Material shown>
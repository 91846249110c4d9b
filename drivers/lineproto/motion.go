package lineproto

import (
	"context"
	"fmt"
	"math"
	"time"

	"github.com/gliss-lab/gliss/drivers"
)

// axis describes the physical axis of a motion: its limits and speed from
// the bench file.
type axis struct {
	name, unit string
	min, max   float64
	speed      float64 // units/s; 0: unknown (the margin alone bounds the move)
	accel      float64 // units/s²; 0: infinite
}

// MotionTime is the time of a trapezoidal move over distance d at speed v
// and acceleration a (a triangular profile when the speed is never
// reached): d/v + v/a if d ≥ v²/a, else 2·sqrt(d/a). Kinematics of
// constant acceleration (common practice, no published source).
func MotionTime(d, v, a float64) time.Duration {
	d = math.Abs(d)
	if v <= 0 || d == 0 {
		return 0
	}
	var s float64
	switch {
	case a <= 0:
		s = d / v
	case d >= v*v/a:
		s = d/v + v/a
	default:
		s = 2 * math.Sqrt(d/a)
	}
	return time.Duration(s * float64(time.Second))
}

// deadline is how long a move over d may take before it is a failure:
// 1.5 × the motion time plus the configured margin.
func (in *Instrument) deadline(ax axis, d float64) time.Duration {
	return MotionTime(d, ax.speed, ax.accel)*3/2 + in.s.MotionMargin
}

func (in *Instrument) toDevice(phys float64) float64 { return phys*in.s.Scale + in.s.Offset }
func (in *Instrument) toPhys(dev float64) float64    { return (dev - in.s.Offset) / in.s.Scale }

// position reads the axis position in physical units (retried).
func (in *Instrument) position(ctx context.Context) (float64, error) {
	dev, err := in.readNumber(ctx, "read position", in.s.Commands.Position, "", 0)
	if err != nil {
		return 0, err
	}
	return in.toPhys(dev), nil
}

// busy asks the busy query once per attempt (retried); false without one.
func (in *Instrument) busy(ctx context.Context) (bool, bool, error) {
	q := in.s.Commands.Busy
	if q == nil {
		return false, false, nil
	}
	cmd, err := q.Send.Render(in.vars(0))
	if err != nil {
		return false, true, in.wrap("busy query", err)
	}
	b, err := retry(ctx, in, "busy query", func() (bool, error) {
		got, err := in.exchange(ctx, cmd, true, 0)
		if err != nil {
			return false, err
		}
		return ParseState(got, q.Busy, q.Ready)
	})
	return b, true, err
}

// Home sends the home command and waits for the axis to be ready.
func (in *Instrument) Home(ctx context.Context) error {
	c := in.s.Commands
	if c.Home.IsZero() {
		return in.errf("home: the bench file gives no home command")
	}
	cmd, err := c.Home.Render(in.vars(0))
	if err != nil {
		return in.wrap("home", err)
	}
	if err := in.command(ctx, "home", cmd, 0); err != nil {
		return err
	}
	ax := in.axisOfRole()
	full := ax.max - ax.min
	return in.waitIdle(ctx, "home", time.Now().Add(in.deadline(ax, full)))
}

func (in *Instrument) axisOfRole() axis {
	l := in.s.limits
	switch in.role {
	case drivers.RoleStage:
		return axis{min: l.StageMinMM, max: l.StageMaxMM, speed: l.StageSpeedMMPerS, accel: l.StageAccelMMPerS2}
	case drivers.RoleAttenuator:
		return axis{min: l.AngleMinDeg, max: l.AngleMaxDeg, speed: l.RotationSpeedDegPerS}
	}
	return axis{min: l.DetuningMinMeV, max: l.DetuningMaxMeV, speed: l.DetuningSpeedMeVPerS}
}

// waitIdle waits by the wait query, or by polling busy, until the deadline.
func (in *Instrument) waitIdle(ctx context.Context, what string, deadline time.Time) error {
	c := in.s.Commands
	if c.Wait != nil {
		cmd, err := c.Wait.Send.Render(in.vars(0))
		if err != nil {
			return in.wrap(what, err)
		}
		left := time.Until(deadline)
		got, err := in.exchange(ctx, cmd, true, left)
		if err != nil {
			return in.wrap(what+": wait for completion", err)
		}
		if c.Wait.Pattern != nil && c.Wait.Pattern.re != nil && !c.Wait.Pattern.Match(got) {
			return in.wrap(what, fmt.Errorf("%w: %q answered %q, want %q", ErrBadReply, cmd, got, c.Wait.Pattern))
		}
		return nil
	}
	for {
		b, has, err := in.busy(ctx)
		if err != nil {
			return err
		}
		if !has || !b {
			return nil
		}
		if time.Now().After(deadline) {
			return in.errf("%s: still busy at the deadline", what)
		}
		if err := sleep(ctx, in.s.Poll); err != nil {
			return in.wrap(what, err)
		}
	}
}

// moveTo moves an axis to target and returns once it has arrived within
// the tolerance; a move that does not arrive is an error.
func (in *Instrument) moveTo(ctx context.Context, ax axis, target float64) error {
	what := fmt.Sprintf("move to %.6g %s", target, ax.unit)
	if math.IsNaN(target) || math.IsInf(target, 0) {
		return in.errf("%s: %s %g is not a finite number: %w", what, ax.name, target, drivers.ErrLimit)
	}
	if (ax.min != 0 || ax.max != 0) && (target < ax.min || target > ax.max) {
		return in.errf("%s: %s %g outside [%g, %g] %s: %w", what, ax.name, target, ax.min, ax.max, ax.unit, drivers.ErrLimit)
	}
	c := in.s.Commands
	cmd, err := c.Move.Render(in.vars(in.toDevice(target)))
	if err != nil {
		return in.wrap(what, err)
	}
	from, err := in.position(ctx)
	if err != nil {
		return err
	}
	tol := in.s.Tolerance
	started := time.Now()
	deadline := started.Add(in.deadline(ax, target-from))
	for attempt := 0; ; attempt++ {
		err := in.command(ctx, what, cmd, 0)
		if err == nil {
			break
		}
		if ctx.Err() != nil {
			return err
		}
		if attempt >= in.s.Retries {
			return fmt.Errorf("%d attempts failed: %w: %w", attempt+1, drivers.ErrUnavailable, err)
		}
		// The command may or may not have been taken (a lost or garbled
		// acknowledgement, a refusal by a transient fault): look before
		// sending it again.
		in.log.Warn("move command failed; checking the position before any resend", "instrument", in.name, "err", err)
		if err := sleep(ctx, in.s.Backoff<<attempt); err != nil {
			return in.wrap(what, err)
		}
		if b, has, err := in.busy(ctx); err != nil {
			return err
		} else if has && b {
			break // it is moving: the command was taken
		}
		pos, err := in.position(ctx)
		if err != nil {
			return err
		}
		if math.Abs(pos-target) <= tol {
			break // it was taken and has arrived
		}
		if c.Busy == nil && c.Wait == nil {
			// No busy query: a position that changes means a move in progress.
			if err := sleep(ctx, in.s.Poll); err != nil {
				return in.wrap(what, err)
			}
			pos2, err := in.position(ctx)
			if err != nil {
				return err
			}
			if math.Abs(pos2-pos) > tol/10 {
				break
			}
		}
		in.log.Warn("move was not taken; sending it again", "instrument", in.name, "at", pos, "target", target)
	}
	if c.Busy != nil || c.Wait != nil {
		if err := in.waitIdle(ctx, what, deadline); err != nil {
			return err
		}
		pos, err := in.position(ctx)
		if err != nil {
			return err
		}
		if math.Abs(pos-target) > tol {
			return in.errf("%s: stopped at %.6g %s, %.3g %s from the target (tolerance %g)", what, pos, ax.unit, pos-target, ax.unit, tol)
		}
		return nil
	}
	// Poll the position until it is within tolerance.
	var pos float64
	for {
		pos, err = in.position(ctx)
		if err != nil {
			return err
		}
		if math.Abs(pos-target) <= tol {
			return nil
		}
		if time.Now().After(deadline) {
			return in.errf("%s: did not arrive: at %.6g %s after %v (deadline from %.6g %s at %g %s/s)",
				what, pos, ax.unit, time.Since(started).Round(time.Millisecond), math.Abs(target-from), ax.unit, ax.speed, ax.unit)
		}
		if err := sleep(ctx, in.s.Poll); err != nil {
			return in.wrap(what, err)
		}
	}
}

Task to complete> For each line above that contains the word "over", make a copy.

Expected answer>
// MotionTime is the time of a trapezoidal move over distance d at speed v
// deadline is how long a move over d may take before it is a failure:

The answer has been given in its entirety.